Tuesday, December 21, 2004
Good discussion at the Becker-Posner blog on pharmaceutical patents and reimportation. Two points worth delving into some more:
(1) Reimportation policies will result in lower quantity and higher prices in the long run as patented pharmaceutical manufacturers in the US can control the flow of imports by simply reducing the quantity exported into Canada and other source nations. But gray markets are a workable solution where the imports are manufactured in a third nation (such as India in the South Africa situation). In such a situation, the patent owner loses the ability to control the flow of imports through its manufacturing decisions, but still retains some incentive to supply to the countries that are receiving the gray market drugs so as not to give up the market to the importer. I do not think that this limitation on the patent owner's rights to import constitute a takings, and in fact would be consistent with competition policies, particularly the competition objectives of intellectual property law. (Yes there are some; IP law is not only about property rights). Of course this is all assuming adequate safety and efficacy. Politics and social attitudes limit this type of gray market policy, as tried in South Africa, from being adopted in the US.

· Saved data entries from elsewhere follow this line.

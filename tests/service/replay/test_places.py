"""Which place each row gets."""

import datetime
from itertools import pairwise
from zoneinfo import ZoneInfo

import pytest

from service.replay.errors import SamePlace
from service.replay.places import place_intervals, place_releases
from service.replay.table import Entry
from service.round.calendar import Interval

DAY, WEEK, MONTH, HOUR = Interval("day"), Interval("week"), Interval("month"), Interval("hour")


def _entries(*ats: str) -> list[Entry]:
    read = (datetime.datetime.fromisoformat if "T" in at else datetime.date.fromisoformat for at in ats)
    return [
        Entry(index, each(at), 10, f"r{index}", 1.0)
        for index, (each, at) in enumerate(zip(read, ats, strict=True))
    ]


def _gaps(positions: list[int]) -> list[int]:
    return [later - earlier for earlier, later in pairwise(positions)]


def test_a_hiatus_is_a_gap_of_its_length() -> None:
    placed = place_intervals(_entries("2026-01-05", "2026-01-12", "2026-03-16"), WEEK, None)
    assert _gaps([one.observation.position for one in placed]) == [1, 9]


def test_rows_are_taken_by_date_and_keep_their_index() -> None:
    placed = place_intervals(_entries("2026-01-19", "2026-01-05", "2026-01-12"), WEEK, None)
    assert [one.index for one in placed] == [1, 2, 0]


def test_two_rows_of_one_interval_are_refused() -> None:
    with pytest.raises(SamePlace) as caught:
        place_intervals(_entries("2026-01-05", "2026-02-01", "2026-01-20"), MONTH, None)
    assert (caught.value.first, caught.value.second) == (0, 2)
    assert "2026-01" in str(caught.value)


def test_without_a_zone_the_written_date_counts() -> None:
    # London's local midnights over the change of clocks: in UTC two of them fall on one day.
    entries = _entries("2026-03-28T00:00+00:00", "2026-03-29T00:00+00:00", "2026-03-30T00:00+01:00")
    assert _gaps([one.observation.position for one in place_intervals(entries, DAY, None)]) == [1, 1]


def test_with_a_zone_the_date_there_counts() -> None:
    # 23:30 in UTC is the day after in Berlin, so the second row is five days after the first.
    entries = _entries("2026-03-02", "2026-03-06T23:30+00:00")
    placed = place_intervals(entries, DAY, ZoneInfo("Europe/Berlin"))
    assert _gaps([one.observation.position for one in placed]) == [5]
    unzoned = place_intervals(entries, DAY, None)
    assert _gaps([one.observation.position for one in unzoned]) == [4]


def test_the_hour_that_comes_twice_is_two_hours() -> None:
    entries = _entries("2026-10-25T02:00+02:00", "2026-10-25T02:00+01:00")
    assert _gaps([one.observation.position for one in place_intervals(entries, HOUR, None)]) == [1]


def test_several_days_are_counted_from_the_first_row() -> None:
    entries = _entries("2026-01-07", "2026-01-21", "2026-02-18")
    placed = place_intervals(entries, Interval("day", 14), None)
    assert [one.observation.position for one in placed] == [0, 1, 3]


def test_releases_are_numbered_in_the_order_in_which_they_came_out() -> None:
    placed = place_releases(_entries("2026-01-19", "2026-01-05", "2026-01-05", "2026-05-01T08:00+00:00"))
    assert [(one.index, one.observation.position) for one in placed] == [(1, 0), (2, 1), (0, 2), (3, 3)]


def test_a_release_that_comes_twice_is_refused() -> None:
    entries = [Entry(index, datetime.date(2026, 1, 1 + index), 1, "same", 1.0) for index in range(2)]
    with pytest.raises(SamePlace, match="same"):
        place_releases(entries)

(2) On trademarks and patents: Fellow bloggers are correct in separating trademark policy from patent policy in general, but there is one area where they do overlap and this is in the area of trade dress and patents protecting design. In the Traffix Devices case from 2001, the Supreme Court stated that trade dress protection under trademark cannot extend to useful features of a product that were previously protected under an expired patent. This decision might have some application to pharmaceuticals if a drug manufacturer attempts to extend the life of a patent through trademark law. The problem is that the useful features protected by patent, such as chemical composition, may not be the basis for the trademark claim. But if color, shape, smell, or taste (all elements of trade dress potentially) can be shown to be connected to the useful elements that were patented, then trademark protection would be limited.